Умные люди встречались ему и прежде, но на этот раз он подружился с человеком, который, судя по всему, обеспокоен тем же, что и он.
Франсуа отправился на несколько недель на воды. Они пишут друг другу, как проводят время, с кем встречаются. Жан рассказывает о своем новом друге Лафонтене, о попойках, трактирах, и чуть не каждое письмо завершается примерно так: «Скажи мне кто-нибудь раньше, что на свете бывают такие места…» — адресат читает и усмехается. Франсуа признается, что влюбился в девчонку четырнадцати лет, и то превозносит ее, то бранит себя. Слог от письма к письму становится все выше, любовь, как видит Жан, — неиссякаемый источник поэзии. Он пробует ступить на эту почву, выдумывает себе влюбленности, сначала тешит свет стишками, где рифмуется «Мадлон» и «аквилон», «Климена» и «измена», потом идет в трактир к другим женщинам, и у этих даже не спрашивает имен.
Впервые в жизни Жан развлекается. О чем и пишет Франсуа большими буквами. Напропалую предается удовольствиям — услаждает то ум, то плоть, открывает целую гамму ощущений — от просто приятных до самых изысканных, способных, кажется, дать все, чего только может желать человек.

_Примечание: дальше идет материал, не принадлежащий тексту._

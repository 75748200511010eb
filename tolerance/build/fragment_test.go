package build_test

import (
	"fmt"
	"strings"
	"testing"

	"batchwright/bom/document"
	"batchwright/tolerance/stage"
)

// TestFragments puts every kind's fragment into a build of its own, with an
// oscillator for each stage that it takes in. Its parts can be bought.
func TestFragments(t *testing.T) {
	for _, name := range stage.Names() {
		t.Run(name, func(t *testing.T) {
			k, _ := stage.Find(name)
			if k.Fragment == "" {
				t.Fatal("no fragment")
			}
			text := around(t, k)
			b, err := read(text)
			if err != nil {
				t.Fatalf("%v\n%s", err, text)
			}
			if last := b.Stages[len(b.Stages)-1]; last.Kind != k {
				t.Errorf("the fragment is a stage of kind %s", last.Kind.Name)
			}
			if _, err := b.Compile(); err != nil {
				t.Errorf("%v\n%s", err, text)
			}
			for _, p := range b.Parts() {
				if _, sold := b.Book.Offer(p); p.Family != "" && !sold {
					t.Errorf("the demonstration book does not sell %s", p.Ref)
				}
			}
		})
	}
}

// around is a build with the stages that a kind's fragment takes in, and the
// fragment last.
func around(t testing.TB, k *stage.Kind) string {
	t.Helper()
	root, faults := document.Parse("fragment.yaml", []byte(k.Fragment))
	if len(faults) > 0 || root.Kind != document.Mapping || len(root.Pairs) != 1 {
		t.Fatalf("not one entry: %v\n%s", faults, k.Fragment)
	}
	text := "build: around a fragment\nunits: 1\nconditions: {bench: {}}\nstages:\n"
	for i, from := range taken(root.Pairs[0].Value.Get("in")) {
		text += fmt.Sprintf(`  %s:
    kind: tuned-tank
    parts: {coil: {ref: L%d, value: 1 mH}, tank: {ref: C%d, value: %d pF}}
`, from, 901+i, 901+i, 220+i)
	}
	return text + "  " + strings.ReplaceAll(strings.Trim(k.Fragment, "\n"), "\n", "\n  ") + "\n"
}

// taken are the stages that an `in` names.
func taken(in *document.Node) []string {
	switch {
	case in == nil:
		return nil
	case in.Kind == document.Scalar:
		return []string{in.Value}
	}
	var names []string
	for _, p := range in.Pairs {
		names = append(names, p.Value.Value)
	}
	return names
}
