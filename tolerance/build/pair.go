package build

import (
	"fmt"
	"strings"

	"batchwright/bom/document"
	"batchwright/bom/part"
	"batchwright/bom/series"
	"batchwright/tolerance/tape"
)

// Combine is how a position's pieces make up its value.
type Combine string

// The combinations; the zero value reads as Single.
const (
	Single   Combine = "single"
	Parallel Combine = "parallel"
	InSeries Combine = "series"
)

// combines are the words a build file may name a combination by.
var combines = []string{string(Single), string(Parallel), string(InSeries)}

// Join is what becomes of the values of two pieces: capacitors add up in
// parallel, resistors and coils in series; the other way round the reciprocals
// do. Two coils are taken not to feel each other's field.
func (c Combine) Join(t part.Type) series.Join {
	if (c == Parallel) == (t == part.Capacitor) {
		return series.Adding
	}
	return series.Reciprocal
}

// joinable says whether two parts of a type can make up one.
func joinable(t part.Type) bool {
	return t == part.Resistor || t == part.Capacitor || t == part.Coil
}

// Paired says whether two pieces make up the position.
func (p *Place) Paired() bool { return p.Combine == Parallel || p.Combine == InSeries }

// Pieces are what is soldered in: one part, or two.
func (p *Place) Pieces() []part.Part {
	switch {
	case !p.Fitted:
		return nil
	case p.Paired():
		return []part.Part{p.Part, p.Second}
	}
	return []part.Part{p.Part}
}

// Refs are the references of its pieces.
func (p *Place) Refs() []string {
	var refs []string
	for _, piece := range p.Pieces() {
		refs = append(refs, piece.Ref)
	}
	return refs
}

// Label is what stands at a place: "C6", of two pieces "C6A ∥ C6B".
func (p *Place) Label() string { return strings.Join(p.Refs(), p.Combine.Sign()) }

// pieceRefs are the references of the two pieces at a position: C6A and C6B
// make up C6.
func pieceRefs(ref string) (first, second string) { return ref + "A", ref + "B" }

// Base is the reference of the position itself: C6, of two pieces C6A and C6B.
func (p *Place) Base() string {
	if p.Paired() {
		return strings.TrimSuffix(p.Part.Ref, "A")
	}
	return p.Part.Ref
}

// reserve keeps the references of the two pieces a position may hold from every
// other part.
func (r *reader) reserve(ref string) {
	n := r.refs[ref]
	if n == nil {
		return // complained of
	}
	first, second := pieceRefs(ref)
	for _, own := range []string{first, second} {
		if !reference.MatchString(own) {
			r.Add(n, "reference of a pair", "one that ends in a figure, such as C6: its pieces become C6A and C6B")
			return
		}
		if other := r.refs[own]; other != nil {
			r.Add(other, "duplicate reference", fmt.Sprintf("another one: the pieces at %s (line %d) are called %s and %s", ref, n.Line, first, second))
			return
		}
		r.refs[own] = n
	}
}

// readPair reads a part that is written as two: `parallel: [{…}, {…}]` or
// `series: [{…}, {…}]`, each with a value and a family of its own. It says
// whether there is such a key.
func (r *reader) readPair(s stageNode, p *Place, n *document.Node) bool {
	combine, at := Single, (*document.Node)(nil)
	for _, word := range []Combine{Parallel, InSeries} {
		if m := n.Get(string(word)); m != nil && at != nil {
			r.Add(m, "parallel beside series", "one of the two")
		} else if m != nil {
			combine, at = word, m
		}
	}
	if at == nil {
		return false
	}
	keys := append([]string{"ref", string(Parallel), string(InSeries), "across", "lots"}, sharedKeys...)
	if s.Kind.Free {
		keys = append(keys, "part")
	}
	r.Keys(n, keys...)
	if !joinable(p.Type) {
		r.Add(at, string(combine)+" of a "+string(p.Type), "one part: only resistors, capacitors and coils make up pairs")
		return true
	}
	if at.Kind != document.Sequence || len(at.Items) != 2 {
		r.Add(at, "pair", "two parts such as [{value: 180 pF, family: c0g}, {value: 39 pF, family: polystyrene}]")
		return true
	}
	r.reserve(p.Part.Ref)
	p.Combine = combine
	first, second := pieceRefs(p.Part.Ref)
	p.Part, p.Second = r.readPiece(s, p, n, at.Items[0], first), r.readPiece(s, p, n, at.Items[1], second)
	r.readHandling(p, n)
	p.Second.LotsMixed = p.Part.LotsMixed
	p.Quantity = p.written()
	return true
}

// pieceKeys are the keys of one part of a pair, besides part.ScatterKeys.
var pieceKeys = []string{"value", "family", "rated", "bias_law"}

// sharedKeys may also be written on the pair and then hold for both pieces.
// Each has a tolerance of its own.
var sharedKeys = append([]string{"rated", "bias_law"}, part.ScatterKeys[1:]...)

// readPiece reads one part of a pair; what is written on the pair holds for it.
func (r *reader) readPiece(s stageNode, p *Place, pair, n *document.Node, ref string) part.Part {
	own := Place{Role: p.Role, Type: p.Type, Fitted: true, Part: part.Part{Ref: ref, Type: p.Type}}
	if n.Kind != document.Mapping {
		r.Add(n, "part of a pair", "a mapping such as {value: 180 pF, family: c0g, tolerance: 5 %}")
		return own.Part
	}
	r.Keys(n, append(append([]string{}, pieceKeys...), part.ScatterKeys...)...)
	r.refuseAcross(&own, n)
	for _, key := range sharedKeys {
		if at := n.Get(key); at != nil && pair.Get(key) != nil {
			r.Add(at, key+" on a piece beside the pair's", "one of the two")
		}
	}
	family := r.readFamily(&own, n)
	r.readFitted(s, &own, n, family, nil)
	r.readShared(&own, pair, family)
	return own.Part
}

// readShared reads what is written on a pair over one of its pieces.
func (r *reader) readShared(own *Place, pair *document.Node, family *part.Family) {
	if len(own.Part.Parameters) != 1 {
		return // complained of
	}
	q := &own.Part.Parameters[0]
	part.ReadScatter(&r.Faults, pair, q.Unit, &q.Scatter) // a fault found twice is told once
	r.readRated(own, pair, family, nil)
}

// written is what a position's pieces make up, as people write it.
func (p *Place) written() string {
	if !p.Paired() {
		return p.Part.ValueText()
	}
	return p.Part.ValueText() + p.Combine.Sign() + p.Second.ValueText()
}

// Sign stands between two pieces: "180 pF ∥ 39 pF", "4.7 kΩ + 220 Ω".
func (c Combine) Sign() string {
	if c == Parallel {
		return " ∥ "
	}
	return " + "
}

// joined is what two values at a position come to.
func (c *compiler) joined(p *Place, a, b tape.Ref) tape.Ref {
	g := c.Graph
	sum := g.Add(a, b)
	if p.Combine.Join(p.Type) == series.Adding {
		return sum
	}
	return g.Div(g.Mul(a, b), sum)
}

Перед отъездом Франсуа оставил ему забавный медицинский трактат на латыни о способах производить на свет красивых детей. Жан упивается заумными иносказаниями, за которыми легко угадываются разгоряченные тела, с их жизненными соками. И вворачивает их вечером в свои галантные тирады. Порой он думает об Амоне — вот человек, который знал все это точно и подробно, но держал эти знания под печатью молчания. Жан вспоминает, как лежал в лазарете, Амон был рядом, а в углу — его вязанье. «Кем же был я тогда?» «А прикасался ли Амон когда-нибудь к женщине не как врач?» Однако эти мысли были мимолетны и быстро испарялись.
По временам он приглашал друзей на прогулку. Лафонтен, как и он, очень любит деревья. Они останавливались то у осины, то у платана и, помолчав, шли дальше. Однажды на такой послеобеденной прогулке Жана осенило — он понял: деревья никогда не меняются и, какие бы перемены ни происходили по прихоти судьбы и обстоятельств в нем самом, в его привычках и привязанностях, все равно усвоенное в детстве останется незыблемым на всю жизнь, как прочная основа, как надежная защита от превратностей времени.